** INPUT RECORDS follows **
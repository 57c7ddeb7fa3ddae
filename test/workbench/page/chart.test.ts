// The chart panel as a person uses it: opened from everywhere, following caret and edits, saved to files, and still there after
// it was hidden and after a reload. Its numbers are the command's, and those of a calculation by hand.

import assert from "node:assert/strict";
import type { Frame } from "playwright-core";
import { three } from "../../support/handNumbers.js";
import type { Editor } from "../editor.js";
import { type HandPoint, trayHoist } from "../host/handDemo.js";
import { CONTENT, openAtCaret, openPanelBy, saveBy } from "../panel.js";
import { plainFolder } from "../paths.js";
import { mechanismIn, reportOn } from "../reportOn.js";
import { waitUntil } from "../waitUntil.js";
import { workbench } from "./session.js";

const SHOW = "Loadmark: Show Operating Point";
const SOON = { timeout: 3000 };
const PANEL_TAB = '.tab[aria-label^="Operating Point"]';

describe("the chart panel", () => {
  it("shows the command's numbers for the mechanism at the caret, and saves them", async () => {
    const editor = await openAtCaret("mechanisms/trayHoist.ts", "stages");
    await editor.runCommand(SHOW);
    await waitForNeeded(editor, "tray hoist", trayHoist());
    const csv = await saveBy(editor, "Save numbers (CSV)", "tray-hoist-operating-point.csv");
    const needed = csv
      .toString("utf8")
      .split("\r\n")
      .find((row) => row.endsWith(",needed"));
    const cells = needed?.split(",").map(Number) ?? [];
    const { hardest } = mechanismIn(await reportOn(editor.folder), "tray hoist");
    const reported = [
      hardest.motorTorqueNm,
      (hardest.stallShare ?? Number.NaN) * 100,
      (hardest.motorSpeedRadPerS * 60) / (2 * Math.PI),
      hardest.motorCurrentA,
      hardest.shaftPowerW,
      (hardest.motorEfficiency ?? Number.NaN) * 100,
    ];
    for (const [index, value] of reported.entries()) {
      assert.ok(Math.abs((cells[index] ?? Number.NaN) / value - 1) < 1e-8, `${cells[index]} is not the reported ${value}.`);
    }
  });

  it("saves a picture", async () => {
    const editor = await openAtCaret("mechanisms/lidArm.ts", "stages");
    await editor.runCommand(SHOW);
    const picture = await saveBy(editor, "Save picture (PNG)", "lid-arm-operating-point.png");
    assert.equal(picture.subarray(1, 4).toString("latin1"), "PNG");
  });

  it("follows the caret to another mechanism, and keeps it where there is none", async () => {
    const editor = await openAtCaret("mechanisms/trayHoist.ts", "stages");
    await editor.runCommand(SHOW);
    await waitForTitle(editor, "tray hoist");
    await editor.openFile("mechanisms/shelfLift.ts");
    await editor.reveal("mechanisms/shelfLift.ts", "stages");
    await waitForTitle(editor, "shelf lift");
    await editor.openFile("gearing.ts");
    await editor.reveal("gearing.ts", "LID_RATIO");
    assert.equal(await title(editor), "shelf lift");
    assert.equal(await editor.page.locator(PANEL_TAB).count(), 1);
  });

  it("follows an edit in another file, says what was saved, and forgets that when it is undone", async () => {
    const editor = await openAtCaret("mechanisms/trayHoist.ts", "stages");
    await editor.runCommand(SHOW);
    await waitForNeeded(editor, "tray hoist", trayHoist());
    await editor.openFile("gearing.ts");
    await editor.retype("54;", "40;");
    await waitForNeeded(editor, "tray hoist", trayHoist({ driven: 40 }), trayHoist());
    await editor.undoUntil("TRAY_DRIVEN = 54;");
    await waitForNeeded(editor, "tray hoist", trayHoist());
  });

  it("keeps its last result while a value is missing, and says that it is old", async () => {
    const editor = await openAtCaret("mechanisms/trayHoist.ts", "stages");
    await editor.runCommand(SHOW);
    await waitForNeeded(editor, "tray hoist", trayHoist());
    await editor.openFile("gearing.ts");
    await editor.retype("54;", ";");
    const frame = await editor.webview(CONTENT);
    const old = frame.locator(".old");
    await old.waitFor({ state: "visible" });
    assert.match((await old.textContent()) ?? "", /last result/);
    await waitForNeeded(editor, "tray hoist", trayHoist());
    await editor.undoUntil("TRAY_DRIVEN = 54;");
    await old.waitFor({ state: "hidden" });
  });

  it("opens from a lens, a hover's link and the view, each for its own mechanism", async () => {
    const editor = await openAtCaret("mechanisms/trayHoist.ts", "stages");
    await openPanelBy(editor, PANEL_TAB, () => editor.page.locator(".codelens-decoration a").first().click(SOON));
    await waitForTitle(editor, "tray hoist");
    await editor.openFile("mechanisms/lidArm.ts");
    await closePanel(editor);
    await openPanelBy(editor, PANEL_TAB, async () => {
      await editor.hover("lidArm =", /Chart/);
      await editor.page.locator(".monaco-hover:visible a", { hasText: "Chart" }).first().click(SOON);
    });
    await waitForTitle(editor, "lid arm");
    await closePanel(editor);
    await editor.page.locator('.pane-header[aria-label^="Mechanisms"]').click();
    const row = editor.page.locator(".pane .monaco-list-row", { hasText: "watering arm" });
    await openPanelBy(editor, PANEL_TAB, async () => {
      await row.hover(SOON);
      await row.getByRole("button", { name: "Show Operating Point" }).click(SOON);
    });
    await waitForTitle(editor, "watering arm");
  });

  it("is as it was after it was hidden, and after a reload of the window", async () => {
    const editor = await openAtCaret("mechanisms/trayHoist.ts", "stages");
    await editor.runCommand(SHOW);
    const frame = await editor.webview(CONTENT);
    await frame.getByRole("button", { name: "Show table" }).click();
    await frame.locator(".plots").focus();
    await editor.page.keyboard.press("Home");
    await frame.locator(".readout caption", { hasText: "At 0 N·m" }).waitFor();
    // A file in the panel's own group covers it; a click makes that group the one that files open in.
    await editor.page.locator(PANEL_TAB).click();
    await editor.openFile("motors.ts");
    await editor.page.waitForSelector(`${PANEL_TAB}:not(.active)`);
    await waitUntil("a hidden page that is gone", async () => (frame.isDetached() ? true : undefined));
    await editor.page.locator(PANEL_TAB).click();
    await expectAsLeft(editor);
    await editor.page.reload();
    await editor.waitUntilReady();
    // Which tab was in front the editor keeps a little later than what is in them.
    await editor.page.locator(PANEL_TAB).click();
    await expectAsLeft(editor);
  });

  it("says what to do where nothing is declared", async () => {
    const editor = await workbench().open("tally.ts", plainFolder);
    await editor.runCommand(SHOW);
    const frame = await editor.webview("#chart .empty:not([hidden])");
    assert.match((await frame.locator(".empty").textContent()) ?? "", /No mechanism is declared/);
  });
});

async function title(editor: Editor): Promise<string> {
  return (await (await editor.webview(CONTENT)).locator(".content h1").textContent()) ?? "";
}

async function waitForTitle(editor: Editor, name: string): Promise<void> {
  let last = "";
  const look = async () => {
    last = await title(editor);
    return last === name ? true : undefined;
  };
  await waitUntil(`a chart of ${name}`, look, 15_000, () => `it is of "${last}"`);
}

/** Waits until the chart shows what is needed by hand, beside the saved result or alone. */
async function waitForNeeded(editor: Editor, name: string, now: HandPoint, was?: HandPoint): Promise<void> {
  const expected = `${three(now.motorNm)} N·m${was ? `was ${three(was.motorNm)} N·m` : ""}`;
  let last = "";
  const look = async () => {
    const frame = await editor.webview(CONTENT);
    last = (await frame.locator(".fact", { hasText: "Torque needed" }).locator("dd").textContent()) ?? "";
    return last === expected ? frame : undefined;
  };
  await waitUntil(`a needed torque of "${expected}"`, look, 15_000, () => `it is "${last}"`);
  await waitForTitle(editor, name);
}

async function expectAsLeft(editor: Editor): Promise<void> {
  const frame: Frame = await editor.webview(CONTENT, 30_000);
  assert.equal(await frame.locator(".content h1").textContent(), "tray hoist");
  assert.match((await frame.locator(".readout caption").textContent()) ?? "", /^At 0 N·m/);
  assert.equal(await frame.locator(".table-box").isVisible(), true);
}

async function closePanel(editor: Editor): Promise<void> {
  await editor.page.locator(PANEL_TAB).click({ button: "middle" });
  await editor.page.waitForSelector(PANEL_TAB, { state: "detached" });
}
** End of INPUT RECORDS **
• [ASSIGNMENT]
Only lines with the word "saves" are needed. Copy them from the preceding records.

• [RESPONSE AREA]
  it("shows the command's numbers for the mechanism at the caret, and saves them", async () => {
  it("saves a picture", async () => {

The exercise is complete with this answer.